You can learn the complexity of the system, which in the future can help bring the system to production. Currently, almost no one can afford to just write code without thinking about its future. All participants of any major project have to monitor the load and safety. Working with existing systems as an SRE allows you to cut a path and immediately immerse yourself in this process, seeing the example of a large business.

This work allows developers to go beyond 30% of the time that is actually spent on the system to benefit real people. They have the opportunity to see and touch every modern way of working in production - monitoring and alerting. Moreover, the tools intended for this, as a rule, are open source programs. That is, the experience gained can be easily transferred to other projects and companies.

For DevOps engineers, SRE is a great opportunity to better understand how the systems are written. Such work allows you to dive in code at a level that in 2–3 years if you wish, will allow you to develop further as a programmer.


10. Is the SRE concept going to last a long time? Will this experience be in demand?

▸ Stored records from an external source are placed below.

// SPDX-License-Identifier: MIT
#include "json_document.hpp"

#include <bismar/quantity/parse.hpp>

#include <nlohmann/json.hpp>

#include <algorithm>
#include <set>
#include <utility>

namespace bismar::detail {

namespace {

constexpr std::string_view byte_order_mark = "\xEF\xBB\xBF";

bool is_blank(char c) { return c == ' ' || c == '\t' || c == '\n' || c == '\r'; }

/// nlohmann's messages name their own exception first and the place second: both stand elsewhere.
std::string reason_of(std::string message) {
  for (const std::string_view mark : {"syntax error ", "parse error: "}) {
    const std::size_t at = message.find(mark);
    if (at != std::string::npos) {
      message.erase(0, at);
      break;
    }
  }
  return message;
}

}  // namespace

const JsonValue* JsonValue::find(std::string_view key) const {
  for (const Member& member : members) {
    if (member.key == key) {
      return &member.value;
    }
  }
  return nullptr;
}

std::string_view phrase(JsonValue::Kind kind) {
  switch (kind) {
    case JsonValue::Kind::null:
      return "null";
    case JsonValue::Kind::boolean:
      return "true or false";
    case JsonValue::Kind::number:
      return "a number";
    case JsonValue::Kind::text:
      return "a text";
    case JsonValue::Kind::list:
      return "a list";
    case JsonValue::Kind::object:
      return "an object";
  }
  throw InternalError("JSON value of no kind");
}

std::string shown(const JsonValue& value) {
  switch (value.kind) {
    case JsonValue::Kind::null:
      return "null";
    case JsonValue::Kind::boolean:
      return value.boolean ? "true" : "false";
    case JsonValue::Kind::number:
      return value.text;
    case JsonValue::Kind::text: {
      constexpr std::size_t longest = 60;
      if (value.text.size() <= longest) {
        return '"' + value.text + '"';
      }
      std::size_t end = longest;
      while (end > 0 && (static_cast<unsigned char>(value.text[end]) & 0xC0U) == 0x80U) {
        --end;  // never cut a character in two
      }
      return '"' + value.text.substr(0, end) + "...\"";
    }
    case JsonValue::Kind::list:
    case JsonValue::Kind::object:
      return std::string(phrase(value.kind));
  }
  throw InternalError("JSON value of no kind");
}

std::string pointer_step(std::string_view key) {
  std::string step;
  for (const char c : key) {
    if (c == '~') {
      step += "~0";
    } else if (c == '/') {
      step += "~1";
    } else {
      step += c;
    }
  }
  return step;
}

/// Takes nlohmann's events and builds the values. The events carry no positions, but they come in
/// the order of the text, one for each token except ',' and ':': so a cursor that steps over
/// blanks, comments and those two stands on the token of every event.
class JsonBuilder final : public nlohmann::json_sax<nlohmann::json> {
 public:
  JsonBuilder(JsonDocument& document, FaultList& faults) : document_(document), faults_(faults) {
    if (document_.text_.starts_with(byte_order_mark)) {
      cursor_ = byte_order_mark.size();
    }
  }

  bool null() override {
    add(JsonValue::Kind::null, 4);
    return true;
  }
  bool boolean(bool value) override {
    add(JsonValue::Kind::boolean, value ? 4 : 5).boolean = value;
    return true;
  }
  bool number_integer(number_integer_t /*value*/) override { return add_number(); }
  bool number_unsigned(number_unsigned_t /*value*/) override { return add_number(); }
  bool number_float(number_float_t /*value*/, const string_t& /*text*/) override {
    return add_number();
  }
  bool string(string_t& value) override {
    add(JsonValue::Kind::text, string_length()).text = std::move(value);
    return true;
  }
  bool binary(binary_t& /*value*/) override { return false; }

  bool start_object(std::size_t /*elements*/) override {
    keys_.emplace_back();
    return open(JsonValue::Kind::object);
  }
  bool key(string_t& value) override {
    step_to_token();
    const std::size_t offset = cursor_;
    cursor_ += string_length();
    if (!keys_.back().insert(value).second) {
      Fault fault;
      fault.code = Code::duplicate;
      fault.where = document_.where(offset, container_pointer() + '/' + pointer_step(value));
      fault.found = value;
      fault.allowed = "each key once";
      fault.message = "the key \"" + value + "\" stands twice in this object. Keep one of them.";
      faults_.add(std::move(fault));
    }
    path_.back()->members.push_back({std::move(value), offset, {}});
    return true;
  }
  bool end_object() override {
    keys_.pop_back();
    return close();
  }
  bool start_array(std::size_t /*elements*/) override { return open(JsonValue::Kind::list); }
  bool end_array() override { return close(); }

  bool parse_error(std::size_t position,
                   const std::string& last_token,
                   const nlohmann::detail::exception& error) override {
    // The position counts bytes read, the last one included.
    std::size_t offset = std::min(position, document_.text_.size());
    offset = offset > 0 ? offset - 1 : 0;
    Fault fault;
    if (error.id == 406) {  // out_of_range: number overflow
      step_to_token();
      place();
      fault.code = Code::not_finite;
      fault.where = document_.where(cursor_, value_pointer());
      fault.found = last_token;
      fault.allowed = "a finite number";
      fault.message = "the number " + last_token + " is too large to compute with.";
    } else {
      fault.code = Code::json_malformed;
      fault.where = document_.where(offset, {});
      fault.found = last_token;
      fault.allowed = "JSON, with // and /* */ comments";
      fault.message = "this is not JSON: " + reason_of(error.what()) + '.';
    }
    faults_.add(std::move(fault));
    return false;
  }

 private:
  void step_to_token() {
    const std::string& text = document_.text_;
    while (cursor_ < text.size()) {
      const char c = text[cursor_];
      if (is_blank(c) || c == ',' || c == ':') {
        ++cursor_;
      } else if (c == '/' && cursor_ + 1 < text.size() && text[cursor_ + 1] == '/') {
        cursor_ = std::min(text.find_first_of("\r\n", cursor_), text.size());
      } else if (c == '/' && cursor_ + 1 < text.size() && text[cursor_ + 1] == '*') {
        const std::size_t end = text.find("*/", cursor_ + 2);
        cursor_ = end == std::string::npos ? text.size() : end + 2;
      } else {
        return;
      }
    }
  }

  /// Length of the string token under the cursor, quotes included.
  [[nodiscard]] std::size_t string_length() {
    step_to_token();
    const std::string& text = document_.text_;
    std::size_t end = cursor_ + 1;
    while (end < text.size() && text[end] != '"') {
      end += text[end] == '\\' ? std::size_t{2} : std::size_t{1};
    }
    return end + 1 - cursor_;
  }

  JsonValue& place() {
    if (path_.empty()) {
      return document_.root_;
    }
    JsonValue& parent = *path_.back();
    if (parent.is(JsonValue::Kind::object)) {
      return parent.members.back().value;
    }
    return parent.items.emplace_back();
  }

  JsonValue& add(JsonValue::Kind kind, std::size_t length) {
    step_to_token();
    JsonValue& value = place();
    value.kind = kind;
    value.offset = cursor_;
    cursor_ += length;
    return value;
  }

  bool add_number() {
    step_to_token();
    const std::string& text = document_.text_;
    const std::size_t end =
        std::min(text.find_first_not_of("+-.0123456789eE", cursor_), text.size());
    const std::string literal = text.substr(cursor_, end - cursor_);
    JsonValue& value = add(JsonValue::Kind::number, literal.size());
    try {
      value.number = parse_number(literal);
    } catch (const Error& error) {  // too close to zero for a double
      faults_.append(error, document_.where(value.offset, value_pointer()));
    }
    value.text = literal;
    return true;
  }

  bool open(JsonValue::Kind kind) {
    JsonValue& value = add(kind, 1);
    if (path_.size() == json_depth_limit) {
      Fault fault;
      fault.code = Code::json_malformed;
      fault.where = document_.where(value.offset, {});
      fault.found = "nesting deeper than " + std::to_string(json_depth_limit);
      fault.allowed = "at most " + std::to_string(json_depth_limit) + " levels";
      fault.message = "objects and lists are nested deeper than " +
                      std::to_string(json_depth_limit) + " levels, which no format here needs.";
      faults_.add(std::move(fault));
      return false;
    }
    path_.push_back(&value);
    return true;
  }

  bool close() {
    step_to_token();
    ++cursor_;
    path_.pop_back();
    return true;
  }

  /// Pointer to the object or list that is being read.
  [[nodiscard]] std::string container_pointer() const {
    return path_.empty() ? std::string() : pointer(path_.size() - 1);
  }
  /// Pointer to the value that was added last.
  [[nodiscard]] std::string value_pointer() const { return pointer(path_.size()); }

  [[nodiscard]] std::string pointer(std::size_t steps) const {
    std::string text;
    for (std::size_t i = 0; i < steps; ++i) {
      text += path_[i]->is(JsonValue::Kind::object)
                  ? '/' + pointer_step(path_[i]->members.back().key)
                  : '/' + std::to_string(path_[i]->items.size() - 1);
    }
    return text;
  }

  JsonDocument& document_;
  FaultList& faults_;
  std::size_t cursor_ = 0;
  // Open objects and lists. A parent does not grow while a child of it is open, so they stay valid.
  std::vector<JsonValue*> path_;
  std::vector<std::set<std::string>> keys_;
};

bool JsonDocument::parse(std::string text, std::string name, FaultList& faults) {
  text_ = std::move(text);
  name_ = std::move(name);
  root_ = {};
  line_starts_ = {0};
  for (std::size_t i = 0; i < text_.size(); ++i) {
    if (text_[i] == '\n' || (text_[i] == '\r' && (i + 1 == text_.size() || text_[i + 1] != '\n'))) {
      line_starts_.push_back(i + 1);
    }
  }
  if (text_.starts_with("\xFF\xFE") || text_.starts_with("\xFE\xFF")) {
    faults.add(Code::json_malformed, where(0, {}), "the file is UTF-16. Save it as UTF-8.");
    return false;
  }
  JsonBuilder builder(*this, faults);
  return nlohmann::json::sax_parse(
      text_, &builder, nlohmann::json::input_format_t::json, true, true);
}

std::string JsonDocument::where(std::size_t offset, std::string_view pointer) const {
  const auto after = std::upper_bound(line_starts_.begin(), line_starts_.end(), offset);
  const std::size_t line = static_cast<std::size_t>(after - line_starts_.begin());
  const std::size_t start = line_starts_[line - 1];
  std::size_t column = 1;
  for (std::size_t i = start; i < offset && i < text_.size(); ++i) {
    if ((static_cast<unsigned char>(text_[i]) & 0xC0U) != 0x80U) {
      ++column;
    }
  }
  if (start == 0 && offset > 0 && text_.starts_with(byte_order_mark)) {
    --column;  // editors do not count it
  }
  std::string place = name_ + ':' + std::to_string(line) + ':' + std::to_string(column);
  if (!pointer.empty()) {
    place += ' ';
    place += pointer;
  }
  return place;
}

namespace {

void write(const JsonValue& value, std::string& out) {
  switch (value.kind) {
    case JsonValue::Kind::null:
      out += "null";
      return;
    case JsonValue::Kind::boolean:
      out += value.boolean ? "true" : "false";
      return;
    case JsonValue::Kind::number:
      out += value.text;
      return;
    case JsonValue::Kind::text:
      out += nlohmann::json(value.text).dump();
      return;
    case JsonValue::Kind::list:
      out += '[';
      for (const JsonValue& item : value.items) {
        out += &item == value.items.data() ? "" : ",";
        write(item, out);
      }
      out += ']';
      return;
    case JsonValue::Kind::object:
      out += '{';
      for (const JsonValue::Member& member : value.members) {
        out += &member == value.members.data() ? "" : ",";
        out += nlohmann::json(member.key).dump() + ':';
        write(member.value, out);
      }
      out += '}';
      return;
  }
}

}  // namespace

std::string to_compact_text(const JsonValue& value) {
  std::string out;
  write(value, out);
  return out;
}

}  // namespace bismar::detail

This is forever, and experience in the future may be indispensable. SRE is able to become a stable source of income for any company targeting large and complex enterprise projects. Systems continue to get complicated, overheads increase, and it’s almost impossible to remember all the details of deploying 200 microservices in your head.

Therefore, the role of an SRE in the coming years may become as ordinary as QA Automation 10 years ago, and DevOps five years ago. In order to manage projects with hundreds of developers, you will definitely need people able to withstand the oncoming chaos. Otherwise, applications will begin to collapse under their own weight.

In addition, the SRE experience will be useful even to those who, after some time, want to return (or jump into for the first time) strictly to development. The ability to see the future of your code in production may be mandatory in the coming years. And who wants to be cursed by colleagues and ordinary users, for whom the uninterrupted operation of the system is critical.